Access OSS from Spark

更新时间:
复制 MD 格式

This topic describes the configurations required to access Object Storage Service (OSS) from Spark.

OSS Endpoint configuration

For testing, use the public endpoint of the region where your OSS service is located. When you submit a job to the cluster, replace the public endpoint with the VPC endpoint. For more information, see Endpoints and data centers.

OSS access method configuration

  • Access OSS using an AccessKey ID and an AccessKey secret.

    spark.hadoop.fs.oss.accessKeyId = xxxxxx
    spark.hadoop.fs.oss.accessKeySecret = xxxxxx
    spark.hadoop.fs.oss.endpoint = oss-xxxxxx-internal.aliyuncs.com
  • Access OSS using an StsToken.

    Accessing OSS using an AccessKey ID and an AccessKey secret poses a security risk because the credentials must be written in plaintext in the configuration file. To avoid this risk, access OSS using an StsToken instead.

    1. Click one-click authorization to grant your MaxCompute project direct access to the OSS resources in your Alibaba Cloud account using an StsToken.

      Note

      One-click authorization works only if the MaxCompute project owner is the same Alibaba Cloud account that owns the OSS resources.

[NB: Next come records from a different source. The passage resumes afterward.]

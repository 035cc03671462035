"""Line charts against one varied value, as self-contained SVG text.

:func:`panels_svg` draws one panel per quantity, stacked and sharing the
horizontal axis (the value varied: a swept threshold, an opening-area factor),
with one line per series in each panel (a zone, or the whole site). The text
needs nothing else: no script, no font, nothing from the network. It is a file
of its own (``sweep.svg`` of ``ventsup replay --sweep``, ``what-if.svg`` of
``python -m simulator --what-if``) or sits inline in the HTML report.

Every point carries its numbers, ``data-x`` and ``data-y`` (the value as
given, 12 significant digits) and a tooltip, and every line sits in a group
naming its panel and series (``data-panel``, ``data-series``), so a reader or
a test can read the chart back. A value that is not finite is left out of its
line. This module writes no file; its callers do.
"""

from __future__ import annotations

import math
from collections.abc import Sequence
from dataclasses import dataclass
from html import escape

__all__ = ["PALETTE", "Panel", "Series", "number_text", "panels_svg"]

#: Line colours in order, for series without a colour of their own.
PALETTE = ("#1f77b4", "#d62728", "#2ca02c", "#9467bd", "#ff7f0e", "#8c564b", "#17becf")


@dataclass(frozen=True)
class Series:
    """One line: its label and one value per point of the horizontal axis."""

    label: str
    values: tuple[float, ...]
    colour: str | None = None


@dataclass(frozen=True)
class Panel:
    """One quantity: its title (with the unit) and its lines.

    ``from_zero``: the scale starts at zero (hours, counts); otherwise it spans
    the values with a margin (temperatures).
    """

    title: str
    series: tuple[Series, ...]
    from_zero: bool = True


def number_text(value: float) -> str:
    """A value as a chart labels it: whole numbers without decimals, others to 0.1."""
    if not math.isfinite(value):
        return "-"
    if float(value).is_integer() and abs(value) < 1e15:
        return f"{int(value)}"
    return f"{value:.1f}"


def _attr(text: str) -> str:
    return escape(text, quote=True)


def _scale(panel: Panel) -> tuple[float, float]:
    """The lowest and highest value of a panel's scale."""
    known = [v for s in panel.series for v in s.values if math.isfinite(v)]
    if not known:
        return 0.0, 1.0
    low, high = min(known), max(known)
    if panel.from_zero:
        low = min(0.0, low)
        high = high * 1.1 if high > 0 else 1.0
        return low, high
    margin = (high - low) * 0.1 or max(abs(high) * 0.05, 0.5)
    return low - margin, high + margin


def panels_svg(
    x: Sequence[float],
    x_labels: Sequence[str],
    panels: Sequence[Panel],
    *,
    title: str,
    x_title: str,
    chart_id: str | None = None,
    width: int = 640,
    panel_height: int = 140,
) -> str:
    """The SVG text of ``panels`` against the values ``x`` (labelled ``x_labels``).

    Parameters
    ----------
    x : sequence of float
        The varied value at each point, in the order of the series' values.
    x_labels : sequence of str
        How to write each value under the axis (with its unit, as given).
    panels : sequence of Panel
        One panel per quantity, top to bottom; each series has one value per ``x``.
    title, x_title : str
        The chart's title and the name of the varied value.
    chart_id : str, optional
        ``id`` of the ``svg`` element (for a chart inline in a page).

    Raises
    ------
    ValueError
        A label or a series whose length differs from ``x``.
    """
    n = len(x)
    if len(x_labels) != n:
        raise ValueError(f"{len(x_labels)} labels for {n} values")
    for panel in panels:
        for series in panel.series:
            if len(series.values) != n:
                raise ValueError(
                    f"{panel.title}: series {series.label!r} has {len(series.values)} values "
                    f"for {n} points"
                )
    left, right = 70, 30
    inner_w = width - left - right
    labels = list(dict.fromkeys(s.label for p in panels for s in p.series))
    colours = {label: PALETTE[i % len(PALETTE)] for i, label in enumerate(labels)}
    legend = any(len(p.series) > 1 for p in panels)
    per_row = max(1, inner_w // 150)
    legend_h = 18 * math.ceil(len(labels) / per_row) if legend else 0
    top = 56 + legend_h
    step_h = panel_height + 30
    height = top + len(panels) * step_h + 30
    finite = [v for v in x if math.isfinite(v)]
    x_lo, x_hi = (min(finite), max(finite)) if finite else (0.0, 1.0)
    span = (x_hi - x_lo) or 1.0

    def px(value: float) -> float:
        if n == 1 or x_hi == x_lo:
            return left + inner_w / 2
        return left + (value - x_lo) / span * inner_w

    identity = f' id="{_attr(chart_id)}"' if chart_id else ""
    parts = [
        f'<svg{identity} xmlns="http://www.w3.org/2000/svg" width="{width}" height="{height}" '
        f'viewBox="0 0 {width} {height}" role="img" aria-label="{_attr(title)}" '
        'font-family="sans-serif" font-size="12">',
        f"<title>{escape(title)}</title>",
        f'<rect x="0" y="0" width="{width}" height="{height}" fill="#ffffff"/>',
        f'<text x="{left}" y="22" font-size="15">{escape(title)}</text>',
    ]
    if legend:
        for i, label in enumerate(labels):
            lx = left + (i % per_row) * 150
            ly = 40 + (i // per_row) * 18
            parts.append(
                f'<rect x="{lx}" y="{ly - 9}" width="14" height="4" fill="{colours[label]}"/>'
                f'<text x="{lx + 20}" y="{ly - 3}">{escape(label)}</text>'
            )
    for number, panel in enumerate(panels):
        y0 = top + number * step_h
        y_lo, y_hi = _scale(panel)
        y_span = (y_hi - y_lo) or 1.0

        def py(value: float, y0: float = y0, y_lo: float = y_lo, y_span: float = y_span) -> float:
            return y0 + panel_height - (value - y_lo) / y_span * panel_height

        known = [v for s in panel.series for v in s.values if math.isfinite(v)]
        peak = max(known) if known else math.nan
        parts.append(
            f'<rect x="{left}" y="{y0}" width="{inner_w}" height="{panel_height}" fill="none" '
            'stroke="#999"/>'
        )
        parts.append(
            f'<text x="{left}" y="{y0 - 6}">{escape(panel.title)} (max {number_text(peak)})</text>'
        )
        low_label = y_lo if panel.from_zero else min(known, default=y_lo)
        parts.append(
            f'<text x="{left - 6}" y="{py(low_label) + 4:.1f}" text-anchor="end">'
            f"{number_text(low_label)}</text>"
        )
        if known:
            parts.append(
                f'<text x="{left - 6}" y="{py(peak) + 4:.1f}" text-anchor="end">'
                f"{number_text(peak)}</text>"
            )
        for series in panel.series:
            colour = series.colour or colours[series.label]
            points = [
                (px(a), py(b), a, b, label)
                for a, b, label in zip(x, series.values, x_labels, strict=True)
                if math.isfinite(a) and math.isfinite(b)
            ]
            parts.append(
                f'<g data-panel="{_attr(panel.title)}" data-series="{_attr(series.label)}">'
            )
            if points:
                line = " ".join(f"{cx:.1f},{cy:.1f}" for cx, cy, *_ in points)
                parts.append(
                    f'<polyline points="{line}" fill="none" stroke="{colour}" stroke-width="2"/>'
                )
            for cx, cy, a, b, label in points:
                parts.append(
                    f'<circle cx="{cx:.1f}" cy="{cy:.1f}" r="3" fill="{colour}" '
                    f'data-x="{a:.12g}" data-y="{b:.12g}"><title>{escape(series.label)}, '
                    f"{escape(label)}: {number_text(b)}</title></circle>"
                )
            parts.append("</g>")
    bottom = top + len(panels) * step_h - 12
    for a, label in zip(x, x_labels, strict=True):
        if math.isfinite(a):
            parts.append(
                f'<text x="{px(a):.1f}" y="{bottom}" text-anchor="middle" font-size="10">'
                f"{escape(label)}</text>"
            )
    parts.append(
        f'<text x="{left + inner_w / 2}" y="{height - 8}" text-anchor="middle">'
        f"{escape(x_title)}</text>"
    )
    parts.append("</svg>")
    return "\n".join(parts) + "\n"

    2. Obtain the role ARN.

      1. Log on to the Resource Access Management (RAM) console.

      2. In the navigation pane on the left, choose Identity > Roles.

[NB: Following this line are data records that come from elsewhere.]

- :func:`next_timer`, :func:`timer_flags` and :func:`next_schedule_edge`: the
  comparisons of the core on the *time*: a dry delay, a wind hold, an alarm's
  clear hold, an override's end, a minimum time open or closed, a move leaving
  the one-hour window, the feedback timeout, and the edges of the occupied,
  security and night-flush periods in local wall time (daylight saving
  changes included).
- :func:`zone_features`: the comparisons of the core on the *inputs* that do
  not depend on the state (a temperature against a threshold, an alarm known
  and active, ...), evaluated vectorised at every evaluation time.
- :func:`state_classes`: the comparisons of inputs against the *state* (the
  free-cooling fraction against the current target within the minimum step,
  actuator feedback against its command, the feedback of released openings,
  which gives the open area) and the input comparisons that the state's
  latches make relevant (a wind latch reads its limit while off and its reopen
  level while on; a comfort latch with hysteresis reads one of its two
  thresholds).
- :func:`state_signature`: what of the state the core's branches read, apart
  from the time comparisons.
- :func:`advance` and :func:`stationary`: the only state fields that change
  while nothing else does are bookkeeping: ``last_t``, the time of the last
  wet rain reading, the time the wind was last high, and moves older than an
  hour dropping out. :func:`advance` applies exactly that.

Why skipping is exact: :func:`decide` is a function of the inputs, the state
and the time, and it reads them only through the comparisons listed here and
through values that end up in the reason and the facts (which a run keeps
from its first evaluation only). Two evaluations whose states have the same
signature and whose feature codes, state classes, schedule membership and
timer flags are equal take exactly the same branches with the same
constants, so their outcome (mode, layer, cause, targets, interlock, open
area) is the same and, if one was stationary, so is the other. A comparison
that a vectorised approximation cannot settle (an averaged temperature or a
derived dew point within 1e-9 K or 1e-6 K of a threshold, a time within a
millisecond of a timer's end) is marked uncertain, and the replay asks the
core itself at that evaluation.
"""

from __future__ import annotations

import copy
import math
from collections.abc import Iterable, Mapping, Sequence
from dataclasses import dataclass, fields, replace
from datetime import datetime
from functools import cache
from zoneinfo import ZoneInfo

import numpy as np
import numpy.typing as npt

from ventsup.config.model import Period, RuleSet, SiteConfig, Wind
from ventsup.core import psychro
from ventsup.core.layers.actuator import HOUR, recent_moves
from ventsup.core.layers.protection import _latch
from ventsup.core.layers.schedule import in_period
from ventsup.core.state import WindLatch, ZoneState

__all__ = [
    "MARGIN",
    "Readings",
    "ZoneFeatures",
    "advance",
    "advance_over",
    "grid_readings",
    "held_readings",
    "horizon",
    "next_schedule_edge",
    "next_timer",
    "outdoor_dew_point",
    "schedule_edges",
    "schedule_membership",
    "schedule_periods",
    "state_class_key",
    "state_classes",
    "state_signature",
    "stationary",
    "timer_flags",
    "timers",
    "zone_features",
]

      3. On the Roles page, search for AliyunODPSDefaultRole.

      4. Click AliyunODPSDefaultRole. In the Basic Information section, obtain the ARN. The format is acs:ram::xxxxxxxxxxxxxxx:role/aliyunodpsdefaultrole.

    3. Add the following content to your Spark configuration to access OSS resources.

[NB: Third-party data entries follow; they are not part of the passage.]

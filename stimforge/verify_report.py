"""The acoustic check's report: verdict, terminal table, JSON layout and HTML page.

JSON layout (``schema_version`` 2; keys are stable, new keys may be added):

``schema_version`` (int), ``stimforge_version`` (str),
``verdict``: {``passed`` (bool: no cue found), ``state`` ("pass" | "cue" | "inconclusive"),
``exit_code`` (0 pass / 1 cue / 3 inconclusive), ``vouched`` (bool: every reference cue would
have been revealed at every level), ``limits`` ([{cue, level, where, unit, reference,
smallest_detected, largest_tried, on ("intact" | "all")}]: the reference cues it could not
vouch for), ``reference`` ({level_step (dB), gap (ms), pitch_step (semitones)}), ``summary``
(str), ``alpha``, ``correction`` ("holm"), ``family_size`` (int), ``significant`` (list of test
descriptions)},
``design``: {``mode`` ("build" | "files"), ``source`` ("." for a build folder: the JSON lives in
it; the files as given otherwise), ``sample_rate``, ``unit``,
``unit_duration``, ``levels`` [{name, units_per_group, rate}], ``window``, ``resolution``,
``analysed_units``, ``env_sr``, ``conditions`` {name: n_trials}, ``files``, ``audio_seconds``;
plain files also ``offset`` (s) and ``offset_auto`` (bool)},
``grid_fit``: {lead_silence, tail_silence (median s of silence at the window's ends),
boundary_db, quietest_db (median dB re the slots' mean at the slot boundaries / in the quietest
10 ms of a slot)},
``unit_rate``: [{condition, envelope, freq, ratio, itpc, p, clear}],
``spectral``: [{condition, envelope, level, freq, bin, harmonic, n_trials, measure ("evoked" |
"itpc" | "t2circ"), value (ratio | ITPC r | T2), stat (F | Rayleigh z | F), p, p_holm,
significant, snr_db (magnitude-average SNR, shown only), z and amplitude (evoked rows)}],
``features``: [{condition, level, feature, unit, test ("friedman"), stat, df, p, p_holm,
significant, value (Kendall's W), n_blocks, largest_difference (in ``unit``, between the
position medians), position_medians, position_means; ``breakdown`` on significant rows, see
below}],
``boundary``: [{condition, level, feature (as in features, or "join_step_db"), unit, measure
("boundary"), where ("first" | "last"), test ("aligned_rank"), stat (z), p, p_holm, significant,
value (median over blocks of the boundary unit minus the mean of its compared units, in
``unit``), effect ("median_difference"), mean_difference, n_blocks, compared_units,
target_median, others_median, largest_difference (abs(value)), ``breakdown`` on significant
rows}],
``breakdown`` (significant feature, boundary and join rows): {flagged_units (str), feature, unit,
flagged {n, median, mean}, compared {n, median, mean}, difference (medians), mean_difference,
by_label, by_token, by_file ([{name, n_flagged, median_flagged, mean_flagged, n_elsewhere,
median_elsewhere, mean_elsewhere, share, contribution}], top 5), only_here_share,
same_label_difference, same_token_difference (means), nested ([{level, n_at, mean_at, n_not,
mean_not}]), sits_at (the higher level whose boundary carries the difference, or null), driver
("material" | "rendering" | "composition" | "compared" | "unknown"), explanation, setting (the recipe setting
that addresses it, or null)},
``joins``: {``tests``: rows as in features (feature "join_step_db"), ``worst``: {score_db,
condition, file, trial, time (s from file start), unit_index}, ``flagged``: [same records],
``n_flagged``, ``n_boundaries``, ``threshold_db``, ``median_db``},
``sensitivity``: null or [{cue ("level_step" | "gap" | "pitch_step"), level, where ("first" |
"last"), unit, smallest_detected (null: not found up to largest_tried; with at_floor true the
first size tried was already revealed, so the set may reveal smaller ones), largest_missed,
largest_tried, detected_by, detected_in (the conditions whose tests revealed the smallest size),
envelope_only (smallest size the spectral tests alone reveal; null for the pitch step, which is
planted in F0 only), envelope_only_at_floor, intact (null, or the same figures with the cue
planted in the intact condition(s) only: {conditions, smallest_detected, largest_missed,
at_floor, detected_by, detected_in}), reference (the reference size), vouch_on ("intact" |
"all": the figure the verdict uses), reference_detected (bool), evaluations, seconds}],
``warnings``: [str].  Only with ``to_dict(timings=True)`` / ``write_json(..., timings=True)``
(the CLI's ``--json``): ``timings``: {measure, tests, sensitivity, total (s), jobs} and ``seconds`` per
sensitivity row; they are left out by default so that the same audio gives a byte-identical
report (a build is reproducible to the byte).  Non-finite numbers are written as null.
"""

      # This configuration specifies that Spark accesses OSS resources using an StsToken.
      spark.hadoop.fs.oss.credentials.provider=org.apache.hadoop.fs.aliyun.oss.AliyunStsTokenCredentialsProvider
      
      # This configuration is the role ARN generated after one-click authorization.
      spark.hadoop.fs.oss.ststoken.roleArn=acs:ram::xxxxxxxxxxxxxxx:role/aliyunodpsdefaultrole
      
      # This configuration is the VPC endpoint for the OSS resources.
      spark.hadoop.fs.oss.endpoint=oss-cn-hangzhou-internal.aliyuncs.com

Network whitelist configuration

By default, no network whitelist configuration is required to access OSS.

In some cases, such as when your OSS bucket handles high traffic, you may be unable to access OSS. If this occurs, add the following configuration.

spark.hadoop.odps.cupid.trusted.services.access.list=[your_bucket_name].oss-xxxxxx-internal.aliyuncs.com
Note

This configuration is for yarn-cluster mode. You can add this configuration item to the configuration file or pass it as a command-line parameter.

Access OSS using JindoSDK

Set spark.hadoop.fs.AbstractFileSystem.oss.impl and spark.hadoop.fs.oss.impl in SparkConf. The following code is an example.

val conf = new SparkConf()
  .setAppName("jindo-sdk-demo")
  .set("spark.hadoop.fs.AbstractFileSystem.oss.impl", "com.aliyun.emr.fs.oss.OSS")
  .set("spark.hadoop.fs.oss.impl", "com.aliyun.emr.fs.oss.JindoOssFileSystem")
Note

You must set spark.hadoop.fs.oss.impl. Otherwise, a "No FileSystem for scheme: oss" error occurs.